| Data shown |
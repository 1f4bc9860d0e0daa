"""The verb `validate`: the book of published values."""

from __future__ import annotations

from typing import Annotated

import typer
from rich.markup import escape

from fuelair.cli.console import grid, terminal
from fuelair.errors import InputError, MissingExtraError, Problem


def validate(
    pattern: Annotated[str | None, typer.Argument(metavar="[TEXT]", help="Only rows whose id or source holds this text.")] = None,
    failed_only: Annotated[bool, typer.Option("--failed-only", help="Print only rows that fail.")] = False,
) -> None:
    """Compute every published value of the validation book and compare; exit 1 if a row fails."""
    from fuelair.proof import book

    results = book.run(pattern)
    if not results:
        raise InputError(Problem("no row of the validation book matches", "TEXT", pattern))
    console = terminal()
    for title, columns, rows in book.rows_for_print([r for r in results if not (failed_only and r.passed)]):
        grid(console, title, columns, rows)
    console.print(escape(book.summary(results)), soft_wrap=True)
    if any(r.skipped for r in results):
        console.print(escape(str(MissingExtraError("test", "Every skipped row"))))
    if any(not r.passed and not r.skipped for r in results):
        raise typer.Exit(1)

==

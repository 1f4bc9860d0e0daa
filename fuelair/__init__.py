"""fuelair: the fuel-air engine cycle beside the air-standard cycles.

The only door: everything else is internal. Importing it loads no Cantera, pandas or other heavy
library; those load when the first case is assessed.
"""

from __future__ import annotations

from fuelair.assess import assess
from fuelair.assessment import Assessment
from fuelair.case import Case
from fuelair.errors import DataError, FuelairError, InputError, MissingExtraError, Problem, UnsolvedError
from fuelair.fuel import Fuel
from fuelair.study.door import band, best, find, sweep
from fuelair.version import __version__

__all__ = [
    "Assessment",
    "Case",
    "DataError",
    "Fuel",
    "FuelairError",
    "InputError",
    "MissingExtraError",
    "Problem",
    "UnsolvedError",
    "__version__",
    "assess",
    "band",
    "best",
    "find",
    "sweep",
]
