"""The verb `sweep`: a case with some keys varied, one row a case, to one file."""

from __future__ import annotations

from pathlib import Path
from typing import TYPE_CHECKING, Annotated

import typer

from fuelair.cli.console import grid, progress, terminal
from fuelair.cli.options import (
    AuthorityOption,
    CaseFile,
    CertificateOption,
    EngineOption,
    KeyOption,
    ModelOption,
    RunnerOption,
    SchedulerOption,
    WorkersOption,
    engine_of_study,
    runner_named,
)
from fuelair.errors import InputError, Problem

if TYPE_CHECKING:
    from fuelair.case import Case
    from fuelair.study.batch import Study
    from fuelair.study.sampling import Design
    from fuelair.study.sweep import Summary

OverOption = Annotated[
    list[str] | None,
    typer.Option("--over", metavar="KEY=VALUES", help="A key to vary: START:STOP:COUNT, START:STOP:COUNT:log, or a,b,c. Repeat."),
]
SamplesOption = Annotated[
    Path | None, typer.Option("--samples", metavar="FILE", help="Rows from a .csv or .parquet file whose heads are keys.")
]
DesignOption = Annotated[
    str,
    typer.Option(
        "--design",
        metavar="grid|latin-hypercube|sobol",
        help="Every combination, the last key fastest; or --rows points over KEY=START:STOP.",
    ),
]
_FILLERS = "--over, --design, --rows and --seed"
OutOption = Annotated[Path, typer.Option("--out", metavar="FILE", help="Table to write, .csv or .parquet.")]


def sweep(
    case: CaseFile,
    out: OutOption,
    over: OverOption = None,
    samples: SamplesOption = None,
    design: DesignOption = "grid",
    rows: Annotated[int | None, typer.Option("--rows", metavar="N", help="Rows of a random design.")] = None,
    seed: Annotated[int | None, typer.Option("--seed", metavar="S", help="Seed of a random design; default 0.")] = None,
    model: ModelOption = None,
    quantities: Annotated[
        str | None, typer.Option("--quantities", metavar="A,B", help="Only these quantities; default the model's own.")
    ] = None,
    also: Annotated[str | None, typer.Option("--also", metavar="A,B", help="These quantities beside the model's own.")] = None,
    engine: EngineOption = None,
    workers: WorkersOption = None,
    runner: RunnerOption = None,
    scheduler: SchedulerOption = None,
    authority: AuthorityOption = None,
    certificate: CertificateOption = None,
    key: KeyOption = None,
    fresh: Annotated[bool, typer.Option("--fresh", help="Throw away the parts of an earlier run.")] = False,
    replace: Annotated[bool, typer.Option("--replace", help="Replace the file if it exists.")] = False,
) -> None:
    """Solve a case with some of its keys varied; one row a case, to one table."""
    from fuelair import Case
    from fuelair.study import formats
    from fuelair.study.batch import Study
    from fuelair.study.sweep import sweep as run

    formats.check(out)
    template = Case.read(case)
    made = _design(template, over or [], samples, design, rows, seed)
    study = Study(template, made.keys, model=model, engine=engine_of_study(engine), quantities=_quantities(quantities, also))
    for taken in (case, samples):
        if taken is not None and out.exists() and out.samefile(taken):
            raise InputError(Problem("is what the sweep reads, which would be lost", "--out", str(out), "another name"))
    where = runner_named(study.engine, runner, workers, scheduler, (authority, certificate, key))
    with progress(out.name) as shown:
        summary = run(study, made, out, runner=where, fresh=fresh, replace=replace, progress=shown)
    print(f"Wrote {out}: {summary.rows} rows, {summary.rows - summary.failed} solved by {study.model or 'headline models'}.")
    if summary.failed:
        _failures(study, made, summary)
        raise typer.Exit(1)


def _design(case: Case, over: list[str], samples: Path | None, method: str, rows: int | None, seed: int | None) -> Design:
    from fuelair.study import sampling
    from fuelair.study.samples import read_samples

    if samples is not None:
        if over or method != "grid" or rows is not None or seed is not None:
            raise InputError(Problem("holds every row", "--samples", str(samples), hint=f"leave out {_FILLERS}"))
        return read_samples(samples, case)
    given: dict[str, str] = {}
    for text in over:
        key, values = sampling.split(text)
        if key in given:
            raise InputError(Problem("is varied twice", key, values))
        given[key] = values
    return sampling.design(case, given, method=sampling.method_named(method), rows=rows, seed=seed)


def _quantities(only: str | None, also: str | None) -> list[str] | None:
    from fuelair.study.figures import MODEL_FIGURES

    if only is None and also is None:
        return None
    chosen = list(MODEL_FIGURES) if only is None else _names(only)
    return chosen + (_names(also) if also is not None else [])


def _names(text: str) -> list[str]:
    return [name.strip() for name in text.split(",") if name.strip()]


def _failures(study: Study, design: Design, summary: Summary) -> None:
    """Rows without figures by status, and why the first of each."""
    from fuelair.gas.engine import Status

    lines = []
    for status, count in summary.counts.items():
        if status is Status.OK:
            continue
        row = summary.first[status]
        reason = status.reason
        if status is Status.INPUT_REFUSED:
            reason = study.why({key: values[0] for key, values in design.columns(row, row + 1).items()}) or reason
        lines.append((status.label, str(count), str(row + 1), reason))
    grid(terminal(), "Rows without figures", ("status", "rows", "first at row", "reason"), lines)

| What is expected |
Go through the records above and copy every line holding the word "list".

| Written response |
    list[str] | None,
def _design(case: Case, over: list[str], samples: Path | None, method: str, rows: int | None, seed: int | None) -> Design:
def _quantities(only: str | None, also: str | None) -> list[str] | None:
    chosen = list(MODEL_FIGURES) if only is None else _names(only)
def _names(text: str) -> list[str]:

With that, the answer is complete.